*Task item*.
Each line of the data holding "span" should be found and copied.
##########
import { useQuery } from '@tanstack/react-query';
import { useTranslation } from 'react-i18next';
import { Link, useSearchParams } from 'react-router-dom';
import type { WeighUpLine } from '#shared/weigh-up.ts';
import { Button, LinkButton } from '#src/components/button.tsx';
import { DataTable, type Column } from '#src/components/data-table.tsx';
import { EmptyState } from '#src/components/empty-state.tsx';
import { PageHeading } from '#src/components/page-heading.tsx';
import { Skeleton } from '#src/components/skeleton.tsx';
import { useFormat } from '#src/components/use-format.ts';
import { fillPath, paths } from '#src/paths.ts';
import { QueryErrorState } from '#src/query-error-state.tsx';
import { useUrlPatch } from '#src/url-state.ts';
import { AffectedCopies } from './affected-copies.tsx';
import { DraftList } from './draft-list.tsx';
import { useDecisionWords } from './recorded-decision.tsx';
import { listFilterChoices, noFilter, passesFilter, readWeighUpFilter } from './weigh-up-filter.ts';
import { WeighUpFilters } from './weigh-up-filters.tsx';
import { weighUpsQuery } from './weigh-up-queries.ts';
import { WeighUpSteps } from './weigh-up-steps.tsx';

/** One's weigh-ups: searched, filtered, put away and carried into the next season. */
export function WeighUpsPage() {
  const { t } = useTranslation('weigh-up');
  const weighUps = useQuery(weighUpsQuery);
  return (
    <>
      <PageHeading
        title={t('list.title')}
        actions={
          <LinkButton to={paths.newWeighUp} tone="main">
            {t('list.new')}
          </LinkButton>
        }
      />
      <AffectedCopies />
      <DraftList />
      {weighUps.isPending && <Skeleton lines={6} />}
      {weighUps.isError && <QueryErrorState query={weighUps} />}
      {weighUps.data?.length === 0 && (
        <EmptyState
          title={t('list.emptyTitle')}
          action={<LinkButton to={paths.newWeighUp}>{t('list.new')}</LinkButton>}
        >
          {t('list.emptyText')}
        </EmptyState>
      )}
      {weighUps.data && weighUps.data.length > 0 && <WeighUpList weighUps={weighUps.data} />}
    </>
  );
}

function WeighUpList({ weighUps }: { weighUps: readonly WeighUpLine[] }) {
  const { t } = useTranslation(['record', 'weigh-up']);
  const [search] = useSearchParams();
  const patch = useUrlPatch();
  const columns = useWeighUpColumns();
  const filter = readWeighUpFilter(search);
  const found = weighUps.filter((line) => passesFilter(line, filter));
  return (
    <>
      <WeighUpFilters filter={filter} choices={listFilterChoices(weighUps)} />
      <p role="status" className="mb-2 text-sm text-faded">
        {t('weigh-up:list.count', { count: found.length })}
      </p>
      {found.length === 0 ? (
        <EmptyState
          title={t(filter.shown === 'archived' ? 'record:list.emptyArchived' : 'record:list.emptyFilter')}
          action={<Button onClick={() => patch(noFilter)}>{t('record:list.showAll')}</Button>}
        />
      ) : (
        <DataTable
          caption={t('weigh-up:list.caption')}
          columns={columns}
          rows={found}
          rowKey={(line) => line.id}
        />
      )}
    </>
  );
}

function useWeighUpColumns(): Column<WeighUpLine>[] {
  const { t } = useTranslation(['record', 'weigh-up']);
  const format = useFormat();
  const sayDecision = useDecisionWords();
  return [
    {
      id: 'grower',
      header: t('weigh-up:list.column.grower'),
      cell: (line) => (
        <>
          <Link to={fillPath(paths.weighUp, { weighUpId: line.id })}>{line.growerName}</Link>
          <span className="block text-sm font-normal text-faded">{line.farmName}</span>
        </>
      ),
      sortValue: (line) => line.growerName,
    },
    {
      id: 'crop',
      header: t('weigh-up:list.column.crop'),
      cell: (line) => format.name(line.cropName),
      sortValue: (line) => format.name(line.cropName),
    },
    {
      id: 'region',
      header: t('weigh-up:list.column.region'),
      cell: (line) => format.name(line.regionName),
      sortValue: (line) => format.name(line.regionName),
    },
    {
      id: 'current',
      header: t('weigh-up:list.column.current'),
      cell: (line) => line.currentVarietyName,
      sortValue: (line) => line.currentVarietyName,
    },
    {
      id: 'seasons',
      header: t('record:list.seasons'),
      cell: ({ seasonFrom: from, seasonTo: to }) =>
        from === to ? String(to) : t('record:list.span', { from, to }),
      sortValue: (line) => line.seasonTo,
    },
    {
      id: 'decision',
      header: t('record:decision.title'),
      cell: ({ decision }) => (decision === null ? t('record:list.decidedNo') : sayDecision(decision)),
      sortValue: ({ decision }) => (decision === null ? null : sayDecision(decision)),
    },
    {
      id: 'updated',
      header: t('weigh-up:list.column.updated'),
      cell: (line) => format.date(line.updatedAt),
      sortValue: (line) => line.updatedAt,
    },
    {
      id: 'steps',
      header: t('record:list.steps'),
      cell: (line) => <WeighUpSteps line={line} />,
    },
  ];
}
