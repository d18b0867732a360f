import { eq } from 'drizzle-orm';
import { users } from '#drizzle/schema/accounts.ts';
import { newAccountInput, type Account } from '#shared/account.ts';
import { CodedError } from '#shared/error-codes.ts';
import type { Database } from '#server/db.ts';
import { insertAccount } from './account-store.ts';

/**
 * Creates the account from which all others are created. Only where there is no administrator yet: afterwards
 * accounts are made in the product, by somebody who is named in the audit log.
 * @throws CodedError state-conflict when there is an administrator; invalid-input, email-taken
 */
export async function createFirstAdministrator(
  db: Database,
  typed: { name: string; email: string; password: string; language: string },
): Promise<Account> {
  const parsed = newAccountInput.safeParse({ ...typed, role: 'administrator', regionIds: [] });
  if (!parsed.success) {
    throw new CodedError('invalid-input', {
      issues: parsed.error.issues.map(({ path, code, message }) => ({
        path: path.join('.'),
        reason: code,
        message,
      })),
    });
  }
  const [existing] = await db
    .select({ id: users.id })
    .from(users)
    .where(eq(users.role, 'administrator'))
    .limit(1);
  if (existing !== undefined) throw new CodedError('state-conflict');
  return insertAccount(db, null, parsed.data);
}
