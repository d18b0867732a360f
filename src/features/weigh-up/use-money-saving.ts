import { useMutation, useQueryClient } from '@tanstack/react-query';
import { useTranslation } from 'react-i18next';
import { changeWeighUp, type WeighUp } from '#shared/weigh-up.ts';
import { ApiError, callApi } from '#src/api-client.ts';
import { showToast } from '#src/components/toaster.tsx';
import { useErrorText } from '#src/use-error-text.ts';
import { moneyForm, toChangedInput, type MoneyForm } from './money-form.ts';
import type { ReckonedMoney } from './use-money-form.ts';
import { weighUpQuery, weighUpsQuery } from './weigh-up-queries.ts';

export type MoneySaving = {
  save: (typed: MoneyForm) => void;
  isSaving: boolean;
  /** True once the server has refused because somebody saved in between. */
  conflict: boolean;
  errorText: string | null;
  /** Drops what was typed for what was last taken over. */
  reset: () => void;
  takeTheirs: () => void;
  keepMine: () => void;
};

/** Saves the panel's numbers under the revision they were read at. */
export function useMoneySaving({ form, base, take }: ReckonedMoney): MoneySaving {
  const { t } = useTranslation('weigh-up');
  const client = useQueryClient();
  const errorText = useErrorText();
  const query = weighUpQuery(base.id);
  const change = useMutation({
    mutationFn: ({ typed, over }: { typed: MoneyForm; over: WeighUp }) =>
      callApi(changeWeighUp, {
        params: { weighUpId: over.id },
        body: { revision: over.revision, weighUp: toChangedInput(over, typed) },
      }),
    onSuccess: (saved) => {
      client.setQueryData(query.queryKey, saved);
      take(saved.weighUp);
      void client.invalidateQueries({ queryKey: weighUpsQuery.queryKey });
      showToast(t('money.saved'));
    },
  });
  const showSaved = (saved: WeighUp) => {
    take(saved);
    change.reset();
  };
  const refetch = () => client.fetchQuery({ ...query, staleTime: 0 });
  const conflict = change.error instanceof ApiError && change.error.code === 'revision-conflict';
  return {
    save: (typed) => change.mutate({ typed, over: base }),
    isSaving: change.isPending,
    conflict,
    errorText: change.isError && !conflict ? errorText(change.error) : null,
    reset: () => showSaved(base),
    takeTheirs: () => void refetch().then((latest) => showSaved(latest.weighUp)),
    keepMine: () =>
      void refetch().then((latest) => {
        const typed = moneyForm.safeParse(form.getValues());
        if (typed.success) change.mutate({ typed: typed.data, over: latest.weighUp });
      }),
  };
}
##########
*Result*.
          <span className="block text-sm font-normal text-faded">{line.farmName}</span>
        from === to ? String(to) : t('record:list.span', { from, to }),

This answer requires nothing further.